3. I would recommend a good sleeping bag or 3 part military sleep system designed for cold weather. You will be toasty and warm without having to put wear on your engine or waste gas, also you will not risk possible death by fumes this way.


----------



## Kim Chee (Dec 23, 2015)

The bitter, cold heart of a southern racist is warmer than a Colorado winter outdoors.

$600 isn't much cushion, but I'm sure you can make it if you don't spend it all at the pump.

Roads are slicker than snot sometimes when it snows, even worse is black ice (not really black, but clear). If you have poor reaction time I'd recommend not driving when it is slippery.


----------



## Mankini (Dec 23, 2015)

The bitter, cold heart of a southern racist is warmer than a Colorado winter outdoors.


Racists!! Lol Who better to invite to your cozy, holiday cocktail party??!! Gather around the fire, sip eggnog, eat gingerbread men, sing carols, then discuss the latest in eugenics and holocaust denial!...On Bubba, On Cooter! On buck tooth-ed Vixen! 

On a serious note, the little buddy, mr heater buddy, and max buddy are good to have around for when SHTF. Not inside, but when you need to stop somewhere.


----------



## Desperado Deluxe (Dec 23, 2015)

I'm not much of a rubber tramp but if I had a car I'd get a coleman stove or heater of some kind also hand warmers are cheap and it couldn't hurt so have some around for those times out in the cold puttin on them chains.


----------



## codycodnyk (Dec 23, 2015)

Ive never rubbertramped but id second getting a small heater rather than keeping the car running. And obviously blankets and a good sleeping bag to lessen the need for the heater. Not from colorado but new york gets decent snow, if youve got rear wheel drive its a lot easier to spin out. Good luck with the job search.


----------



## Odin (Dec 23, 2015)

The Hell with Racists... Cooter! & Vixen! are two of my favorite words. 
I'm taking em and keeping em... all mine!

Mitsubishi eclipse... those came in Front wheel and All Wheel Drive at least the older ones from what I remember. Only time I drove in snow and mountains was coming back from the west coast in a honda... it was sketchy so I'm guessing tire chains are a must in Colorado. 
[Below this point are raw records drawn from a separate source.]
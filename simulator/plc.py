"""The PLC: scans at absolute deadlines, samples, runs blocks and guards, and drives the outputs.

A scan happens on a tick of the PLC's millisecond clock, so that ``plc_clock_ms`` is exactly when PV
was sampled and when an output took effect.  A scan that comes too late is skipped and counted.
"""

import asyncio
from collections.abc import Awaitable, Callable, Sequence

from simulator.block import Mode
from simulator.guard import CLOCK_MODULUS
from simulator.loop import Loop, LoopSpec


class Plc:
    """All loops of one plant.  ``scan`` is the whole logic; ``run`` only keeps time.

    Loops stand in the order given: a cascade master and a loop that feeds another one come first.
    """

    def __init__(self, specs: Sequence[LoopSpec], *, scan_s: float, seed: int, clock_start_ms: int = 0) -> None:
        self.scan_s = scan_s
        resting_pv_pct = {spec.name: spec.to_pct(spec.sp_eu) for spec in specs}
        self.loops = {
            spec.name: Loop(
                spec,
                seed=seed + number,
                resting_input_pct=resting_pv_pct[spec.input_from] if spec.input_from else spec.op_pct,
            )
            for number, spec in enumerate(specs)
        }
        self.t_s = 0.0
        self.clock_ms = clock_start_ms
        self.boot_count = 1
        self.is_in_stop = False
        self.scan_count = 0
        self.skipped_scans = 0
        self._clock_offset_ms = clock_start_ms
        self._scans_per_execution = {
            name: max(1, round(loop.spec.block.scan_s / scan_s)) for name, loop in self.loops.items()
        }

    def scan(self, t_s: float) -> None:
        """One scan at ``t_s`` (whole milliseconds from the start of the plant, growing)."""
        self.t_s = t_s
        if self.is_in_stop:
            return
        self.clock_ms = (round(1000.0 * t_s) + self._clock_offset_ms) % CLOCK_MODULUS
        for loop in self.loops.values():
            self._sample(loop)
        for name, loop in self.loops.items():
            if self.scan_count % self._scans_per_execution[name] == 0:
                self._execute(loop)
        for loop in self.loops.values():
            loop.scan_guard(self.clock_ms)
        for loop in self.loops.values():
            self._drive(loop)
        self.scan_count += 1

    def restart(self, *, is_cold: bool = False) -> None:
        """Start again: the clock begins at 0, guards and mailboxes are empty; warm, blocks keep what they held."""
        self.boot_count = self.boot_count % 65535 + 1
        self._clock_offset_ms = -round(1000.0 * self.t_s)
        self.clock_ms = 0
        self.is_in_stop = False
        for loop in self.loops.values():
            loop.restart(is_cold=is_cold)

    async def run(self, after_scan: Callable[[float], Awaitable[None]] | None = None) -> None:
        """Scan at absolute deadlines until cancelled.  ``after_scan`` is told how many seconds ago the scan began."""
        clock = asyncio.get_running_loop().time
        start_s, grid = clock() - self.t_s, round(self.t_s / self.scan_s) + 1
        while True:
            deadline_s = start_s + grid * self.scan_s
            await asyncio.sleep(deadline_s - clock())
            # Down to the tick that has passed; a tenth of a millisecond forgives a timer that fires early.
            tick_s = int(1000.0 * (clock() - start_s) + 0.1) / 1000.0
            self.scan(max(tick_s, self.t_s + 0.001))
            if after_scan is not None:
                await after_scan(clock() - start_s - self.t_s)
            late = int((clock() - deadline_s) / self.scan_s)
            self.skipped_scans += late
            grid += 1 + late

    def _sample(self, loop: Loop) -> None:
        loop.process.advance_to(self.t_s)
        loop.transmitter.read(self.t_s, loop.process.output_pct)

    def _execute(self, loop: Loop) -> None:
        master = self.loops[loop.spec.cascade_master] if loop.spec.cascade_master else None
        if master is not None and loop.block.mode is Mode.CAS:
            loop.block.sp_pct = master.block.op_pct
        loop.block.execute(loop.transmitter.reading_pct)
        if master is not None and loop.block.mode is not Mode.CAS:
            master.block.hold(loop.block.sp_pct)  # so that cascade closes without a bump

    def _drive(self, loop: Loop) -> None:
        position_pct = loop.valve.move(self.t_s, loop.block.op_pct)
        if loop.spec.input_from is not None:
            position_pct = self.loops[loop.spec.input_from].process.output_pct
        if position_pct != loop.fed_pct:
            loop.process.set_input(self.t_s, position_pct)
            loop.fed_pct = position_pct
Just an Idea I thought up now but...
I don't know how practical it would be on your car battery or if you find a way but if you can Heat up water reliably... you could buy some of those rubber hot water bottles.
Couple of those in your sleeping bag each night might help on the coldest nights.


----------



## Mankini (Dec 23, 2015)

Rubba. Mmmmm. Lol yeah or metal bottles work good too. ....Yeah in certain areas chains are mandatory. NB: Cooter is not only a type of turtle but also means something dirty.


----------



## Chillawhile (Dec 23, 2015)

Blankets, thermal base layer (long John's) a good pair of WOOL socks (i recommend 'Darn Tough' socks, they last forever and have a 100% return policy, anything goes wrong with them EVER just take them to any store that sells them and get a new pair then and there). And seriously NO cotton! "Cotton Kills"
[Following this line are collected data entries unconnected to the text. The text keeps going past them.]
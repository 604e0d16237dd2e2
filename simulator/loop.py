"""One loop of the plant as the PLC sees it: field devices, block, guard, mailbox and named tags.

The tags of ``readings`` and ``write`` are the same for every wire; addresses live in ``registers``.
"""

from dataclasses import dataclass, replace
from math import isfinite

from simulator.block import BlockSpec, Mode, Settings
from simulator.controller import PidBlock
from simulator.guard import Guard, GuardInputs, GuardLimits, GuardWrites
from simulator.process import Process, ProcessSpec
from simulator.transmitter import Transmitter, TransmitterSpec
from simulator.valve import Valve, ValveSpec

SETTINGS = ("gain", "integral", "derivative")
MAILBOX_LIMITS = {"holder_request": 2**32 - 1, "heartbeat": 2**16 - 1, "sequence": 2**16 - 1}


class WriteRefused(ValueError):
    """A write that the PLC doesn't take; the text says why, ``is_read_only`` tells no right from no sense."""

    def __init__(self, reason: str, *, is_read_only: bool = False) -> None:
        super().__init__(reason)
        self.is_read_only = is_read_only


@dataclass(frozen=True, slots=True)
class LoopSpec:
    """One loop as engineered, at rest at ``sp_eu`` and ``op_pct``.

    ``int_scales`` maps a mirrored tag to counts per unit.  ``read_only`` names writable tags that this plant
    locks.  ``cascade_master`` feeds the setpoint in CAS; ``input_from`` names the loop whose PV feeds the process.
    """

    name: str
    service: str
    unit: str
    pv_low_eu: float
    pv_high_eu: float
    pv_unit: str
    sp_eu: float
    op_pct: float
    mode: Mode
    process: ProcessSpec
    valve: ValveSpec
    transmitter: TransmitterSpec
    block: BlockSpec
    settings: Settings
    guard: GuardLimits
    watch: tuple[tuple[str, int], ...]
    int_scales: tuple[tuple[str, float], ...]
    read_only: tuple[str, ...]
    is_op_refused_in_auto: bool
    cascade_master: str | None
    input_from: str | None

    def to_pct(self, reading_eu: float) -> float:
        """Engineering units to percent of span."""
        return 100.0 * (reading_eu - self.pv_low_eu) / (self.pv_high_eu - self.pv_low_eu)

    def to_eu(self, reading_pct: float) -> float:
        """Percent of span to engineering units."""
        return self.pv_low_eu + (self.pv_high_eu - self.pv_low_eu) * reading_pct / 100.0


@dataclass(slots=True)
class Mailbox:
    """What a remote holder writes; the guard reads it once per scan."""

    holder_request: int = 0
    heartbeat: int = 0
    sequence: int = 0
    op_request: float = 0.0


class Loop:
    """One loop at rest; ``resting_input_pct`` is what feeds its process there (its own output, or another PV)."""

    def __init__(self, spec: LoopSpec, *, seed: int, resting_input_pct: float) -> None:
        self.spec = spec
        pv_pct = spec.to_pct(spec.sp_eu)
        self.process = Process(spec.process, input_pct=resting_input_pct, output_pct=pv_pct)
        self.valve = Valve(spec.valve, position_pct=spec.op_pct)
        self.transmitter = Transmitter(spec.transmitter, seed=seed, reading_pct=pv_pct)
        self.block = self._block_as_engineered(pv_pct)
        self.guard = Guard(spec.guard)
        self.mailbox = Mailbox()
        self.watch = dict(spec.watch)
        self.fed_pct = resting_input_pct
        self.is_stop_pressed = False
        self.has_cascade_master = spec.cascade_master is not None
        self._enable_presses = 0
        self._is_enable_pressed = False

    @property
    def pv_eu(self) -> float:
        """The reading of the last scan, NaN when the transmitter gives none."""
        return self.spec.to_eu(self.transmitter.reading_pct)

    @property
    def sp_eu(self) -> float:
        """The block's setpoint."""
        return self.spec.to_eu(self.block.sp_pct)

    def press_enable(self) -> None:
        """A person presses the enable button at the plant's own panel once."""
        self._enable_presses += 1

    def restart(self, *, is_cold: bool = False) -> None:
        """The PLC starts again, with guard and mailbox empty.

        After a warm start the block has kept mode, setpoint, output and settings, after a cold one it begins as
        engineered: what IEC 61131-3 says of retained variables.
        """
        if is_cold:
            self.block = self._block_as_engineered(self.process.output_pct)
        self.guard = Guard(self.spec.guard)
        self.mailbox = Mailbox()
        self._enable_presses = 0

    def _block_as_engineered(self, pv_pct: float) -> PidBlock:
        spec = self.spec
        sp_pct = spec.to_pct(spec.sp_eu)
        return PidBlock(spec.block, spec.settings, pv_pct=pv_pct, sp_pct=sp_pct, op_pct=spec.op_pct, mode=spec.mode)

    def scan_guard(self, clock_ms: int) -> None:
        """The guard's part of one PLC scan."""
        # A button is up for at least one scan between two presses, or the second edge would be lost.
        self._is_enable_pressed = self._enable_presses > 0 and not self._is_enable_pressed
        self._enable_presses -= self._is_enable_pressed
        writes = self.guard.scan(
            GuardInputs(
                clock_ms=clock_ms,
                is_enable_pressed=self._is_enable_pressed,
                is_stop_pressed=self.is_stop_pressed,
                holder_request=self.mailbox.holder_request,
                heartbeat=self.mailbox.heartbeat,
                sequence=self.mailbox.sequence,
                op_request_pct=self.mailbox.op_request,
                pv_eu=self.pv_eu,
                is_pv_failed=self.transmitter.is_failed,
                op_pct=self.block.op_pct,
                sp_eu=self.sp_eu,
                mode=self.block.mode,
            )
        )
        self._take(writes)

    def _take(self, writes: GuardWrites) -> None:
        if writes.op_pct is not None:
            self.block.hold(writes.op_pct)
        if writes.sp_eu is not None:
            self.block.sp_pct = self.spec.to_pct(writes.sp_eu)
        if writes.mode is not None:
            self.block.mode = Mode(writes.mode)

    def readings(self) -> dict[str, float]:
        """Every tag of the loop by name, as of the last scan and the last write."""
        block, guard, mailbox, settings = self.block, self.guard, self.mailbox, self.block.settings
        is_failed, is_high, is_low = self.transmitter.is_failed, block.is_at_high_clamp, block.is_at_low_clamp
        return {
            "pv": self.pv_eu,
            "sp": self.sp_eu,
            "op": block.op_pct,
            "mode": block.mode,
            "status": is_failed | is_high << 1 | is_low << 2,
            "heartbeat_echo": guard.heartbeat_echo,
            "guard_state": guard.state,
            "guard_alarm": guard.is_alarm,
            "holder": guard.holder,
            "op_effect_ms": guard.op_effect_ms,
            "op_effect_count": guard.op_effect_count,
            "guard_timeout_s": guard.limits.timeout_s,
            "enable": guard.is_enabled,
            "stop": self.is_stop_pressed,
            "test_active": guard.is_test_active,
            "block_saturated": is_high or is_low,
            "holder_request": mailbox.holder_request,
            "heartbeat": mailbox.heartbeat,
            "sequence": mailbox.sequence,
            "op_request": mailbox.op_request,
            "gain": settings.gain,
            "integral": settings.integral,
            "derivative": settings.derivative,
            **self.watch,
        }

    def write(self, tag: str, number: float) -> None:
        """A remote write of one tag.  Raises ``WriteRefused``; an output in automatic may be ignored instead."""
        self.check_write(tag, number)
        match tag:
            case "sp":
                self.block.sp_pct = self.spec.to_pct(number)
            case "op":
                if self.block.mode is Mode.MAN:
                    self.block.hold(number)
            case "mode":
                self.block.mode = Mode(int(number))
            case "gain" | "integral" | "derivative":
                self.block.settings = replace(self.block.settings, **{tag: number})
            case "op_request":
                self.mailbox.op_request = number
            case _:
                setattr(self.mailbox, tag, int(number))

    def check_write(self, tag: str, number: float) -> None:
        """Whether ``write`` would take this now.  Raises ``WriteRefused`` with the reason."""
        if tag in self.spec.read_only:
            raise WriteRefused(f"{tag} of {self.spec.name} is read-only in this plant", is_read_only=True)
        if tag in MAILBOX_LIMITS:
            if not 0 <= number <= MAILBOX_LIMITS[tag]:
                raise WriteRefused(f"{tag} must lie between 0 and {MAILBOX_LIMITS[tag]}")
        elif tag in SETTINGS:
            try:
                self.block.check_settings(replace(self.block.settings, **{tag: number}))
            except ValueError as reason:
                raise WriteRefused(str(reason)) from reason
        elif tag != "op_request":  # that one takes any bit pattern: the guard judges it
            self._check_block_write(tag, number)

    def _check_block_write(self, tag: str, number: float) -> None:
        match tag:
            case "sp":
                if not self.spec.pv_low_eu <= number <= self.spec.pv_high_eu:
                    raise WriteRefused(f"sp {number} is outside the span of {self.spec.name}")
            case "op":
                if not isfinite(number):
                    raise WriteRefused("op must be finite")
                if self.block.mode is not Mode.MAN and self.spec.is_op_refused_in_auto:
                    raise WriteRefused(f"op of {self.spec.name} can be written in MAN only")
            case "mode":
                modes = (Mode.MAN, Mode.AUTO, Mode.CAS) if self.has_cascade_master else (Mode.MAN, Mode.AUTO)
                if number not in modes:
                    raise WriteRefused(f"{self.spec.name} has no mode {number:g}")
            case _:
                raise WriteRefused(f"{tag} is read-only", is_read_only=True)
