"""The Modbus/TCP server of the soft plant, on pymodbus.

pymodbus 3.16 keeps one "last request" per connection, so that a request which arrives early is answered
under a foreign transaction number or not at all.  Here each connection is a queue: frames are cut from the byte
stream by their own length and answered one after the other, each under its own number, however they arrive.
The wire's faults live here too.

pymodbus names used beyond its public interface (each has a test): ``ModbusTcpServer.callback_new_connection``,
``ServerRequestHandler.callback_connected``, ``callback_disconnected``, ``callback_data``, ``max_buffer_size``;
``server.context``, ``server.decoder``, ``server.transport``, ``framer.buildFrame``, ``ModbusPDU.datastore_update``.
"""

import asyncio
import contextlib
from collections.abc import Sequence
from typing import cast

from pymodbus.constants import ExcCodes
from pymodbus.datastore import ModbusServerContext
from pymodbus.pdu import ExceptionResponse, ModbusPDU
from pymodbus.server import ModbusTcpServer
from pymodbus.server.requesthandler import ServerRequestHandler
from pymodbus.simulator import DataType, SimData, SimDevice

from simulator.faults import WireFaults
from simulator.loop import WriteRefused
from simulator.registers import AddressRefused, Registers

MBAP_SIZE = 7
LONGEST_PDU = 253
WRITING = (5, 6, 15, 16, 22, 23)
FUNCTIONS = (1, 2, 3, 4, *WRITING)
COILS_WRITTEN_AT_MOST = 1968
"""MODBUS Application Protocol V1.1b3, section 6.11 (7B0h)."""
RECEIVE_BUFFER_BYTES = 1 << 20


class PlantServer(ModbusTcpServer):
    """Serves ``registers`` under ``device_id``; any other device is answered by exception 0Bh."""

    def __init__(
        self, registers: Registers, wire: WireFaults, *, device_id: int, host: str = "127.0.0.1", port: int = 0
    ) -> None:
        unused = SimDevice(id=device_id, simdata=[SimData(0, count=1, datatype=DataType.REGISTERS)])
        super().__init__(unused, address=(host, port))
        self.wire = wire
        self.registers = registers
        self.device_id = device_id
        # The requests only ask the context to get and set; ours does that on the live plant.
        self.context: ModbusServerContext = cast("ModbusServerContext", _PlantContext(registers, wire))
        self.answering: set[asyncio.Task[None]] = set()
        self._closings = wire.close_requests

    @property
    def port(self) -> int:
        """The port that is listened on; raises ``RuntimeError`` before ``start``."""
        if self.transport is None:
            raise RuntimeError("the server isn't listening")
        return int(cast("asyncio.Server", self.transport).sockets[0].getsockname()[1])

    async def start(self) -> None:
        """Listen.  Raises ``RuntimeError`` when the address can't be had."""
        await self.serve_forever(background=True)

    async def stop(self) -> None:
        """Close the listener and all connections and wait for their tasks."""
        await self.shutdown()  # type: ignore[no-untyped-call]  # pymodbus leaves it without annotations
        for task in tuple(self.answering):
            task.cancel()
            with contextlib.suppress(asyncio.CancelledError):
                await task

    def connections(self) -> "list[PlantConnection]":
        """The open connections."""
        return [cast("PlantConnection", connection) for connection in self.active_connections.values()]

    def follow_closings(self) -> None:
        """Reset all connections if a fault asked for it since the last call."""
        if self._closings != self.wire.close_requests:
            self._closings = self.wire.close_requests
            for connection in self.connections():
                connection.reset()

    def callback_new_connection(self) -> "PlantConnection":
        """A client connects."""
        return PlantConnection(self)


class PlantConnection(ServerRequestHandler):
    """One client: frames in, answers out, first come first served."""

    def __init__(self, server: PlantServer) -> None:
        super().__init__(  # type: ignore[no-untyped-call]  # pymodbus leaves it without annotations
            server, server.trace_packet, server.trace_pdu, server.trace_connect
        )
        self.plant_server = server
        self.max_buffer_size = RECEIVE_BUFFER_BYTES
        self._frames: asyncio.Queue[tuple[float, bytes] | None] = asyncio.Queue()

    def callback_connected(self) -> None:
        """The connection stands."""
        super().callback_connected()
        task = self.loop.create_task(self._answer_frames(), name="modbus answers")
        self.plant_server.answering.add(task)
        task.add_done_callback(self.plant_server.answering.discard)

    def callback_disconnected(self, exc: Exception | None) -> None:
        """The connection is gone; what has arrived is still executed, as a PLC or a gateway does."""
        super().callback_disconnected(exc)
        self._frames.put_nowait(None)

    def callback_data(self, data: bytes, addr: tuple[str, int] | None = None) -> int:
        """Cut whole frames off the front of ``data``; returns how many bytes were used."""
        used = 0
        while len(data) - used >= MBAP_SIZE:
            protocol = int.from_bytes(data[used + 2 : used + 4], "big")
            length = int.from_bytes(data[used + 4 : used + 6], "big")
            if protocol != 0 or not 2 <= length <= LONGEST_PDU + 1:
                self.reset()  # no frame boundary can be trusted any more
                return len(data)
            if len(data) - used < 6 + length:
                break
            self._frames.put_nowait((self.loop.time(), data[used : used + 6 + length]))
            used += 6 + length
        return used

    def reset(self) -> None:
        """Close at once, without farewell."""
        if self.transport is not None:
            cast("asyncio.Transport", self.transport).abort()

    async def _answer_frames(self) -> None:
        wire = self.plant_server.wire
        while (arrival := await self._frames.get()) is not None:
            arrival_s, frame = arrival
            await self._wait_until(arrival_s + wire.request_delay_s)
            if wire.spend("drop_requests"):
                continue
            answer = self.framer.buildFrame(await self._answer(frame))
            await self._wait_until(arrival_s + wire.request_delay_s + wire.answer_delay_s)
            if wire.spend("drop_answers"):
                continue
            if wire.spend("half_answers"):
                answer = answer[: len(answer) // 2]
            if self.transport is not None:
                cast("asyncio.Transport", self.transport).write(answer)

    async def _wait_until(self, t_s: float) -> None:
        wait_s = t_s - self.loop.time()
        if wait_s > 0.0:
            await asyncio.sleep(wait_s)

    async def _answer(self, frame: bytes) -> ModbusPDU:
        device_id, function = frame[6], frame[7]
        wire = self.plant_server.wire
        request = self.plant_server.decoder.decode(frame[MBAP_SIZE:]) if function in FUNCTIONS else None
        answer: ModbusPDU
        if device_id != self.plant_server.device_id:
            answer = ExceptionResponse(function, ExcCodes.GATEWAY_NO_RESPONSE)
        elif function not in FUNCTIONS:
            answer = ExceptionResponse(function & 0x7F, ExcCodes.ILLEGAL_FUNCTION)
        elif wire.exception_function in (None, function) and wire.spend("exceptions"):
            answer = ExceptionResponse(function, wire.exception_code)
        elif request is None or not _is_sound(frame[MBAP_SIZE:]):
            answer = ExceptionResponse(function, ExcCodes.ILLEGAL_VALUE)
        else:
            answer = await request.datastore_update(self.plant_server.context, device_id)
        answer.transaction_id = int.from_bytes(frame[0:2], "big")
        answer.dev_id = device_id
        return answer


def _is_sound(pdu: bytes) -> bool:
    """What the standard asks of a request and pymodbus doesn't check (V1.1b3, sections 6.1 to 6.17)."""
    function = pdu[0]
    if function == 5:
        return len(pdu) == 5 and pdu[3:5] in (b"\xff\x00", b"\x00\x00")
    if function in (1, 2, 3, 4, 6):
        return len(pdu) == 5 and (function == 6 or int.from_bytes(pdu[3:5], "big") >= 1)
    if function == 15:
        return 1 <= int.from_bytes(pdu[3:5], "big") <= COILS_WRITTEN_AT_MOST
    return function != 22 or len(pdu) == 7


class _PlantContext:
    """What pymodbus's requests ask of a context, answered by the live plant.  Nothing here ever waits."""

    def __init__(self, registers: Registers, wire: WireFaults) -> None:
        self._registers = registers
        self._wire = wire
        self._written: list[int] | list[bool] = []

    async def async_getValues(  # noqa: N802 - the name pymodbus calls
        self, _device_id: int, function: int, address: int, count: int
    ) -> list[int] | list[bool] | ExcCodes:
        if function in (5, 6):
            return self._written  # the answer to a single write is its echo (V1.1b3, sections 6.5 and 6.6)
        try:
            if function in (1, 2):
                return self._registers.read_bits(address, count)
            return self._registers.read(address, count)
        except AddressRefused:
            return ExcCodes.ILLEGAL_ADDRESS

    async def async_setValues(  # noqa: N802 - the name pymodbus calls
        self, _device_id: int, function: int, address: int, sent: Sequence[int] | Sequence[bool]
    ) -> ExcCodes | None:
        if not self._wire.refused_addresses.isdisjoint(range(address, address + len(sent))):
            return ExcCodes.ILLEGAL_ADDRESS
        try:
            if function in (5, 15):
                self._registers.write_bits(address, [bool(bit) for bit in sent])
            else:
                self._registers.write(address, [int(word) for word in sent])
        except AddressRefused:
            return ExcCodes.ILLEGAL_ADDRESS
        except WriteRefused as refusal:
            return ExcCodes.ILLEGAL_ADDRESS if refusal.is_read_only else ExcCodes.ILLEGAL_VALUE
        self._written = list(sent)
        return None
And some kind of head/ear covering is nice to have.

there's no reason to run the car all night. I've found that getting the car nice and toasty just before going to sleep will get me through most of the night. if it gets cold and I wake up, turn the car on and blast the heater for a few minutes then back to sleep.

I recommend checking out a good truck stop to see what they have for travel accessories. (heaters that plug into your car, power adapters, cooking equiptment, etc.)

Congratulations on freeing yourself!
Good luck and maybe I'll see you out there someday


----------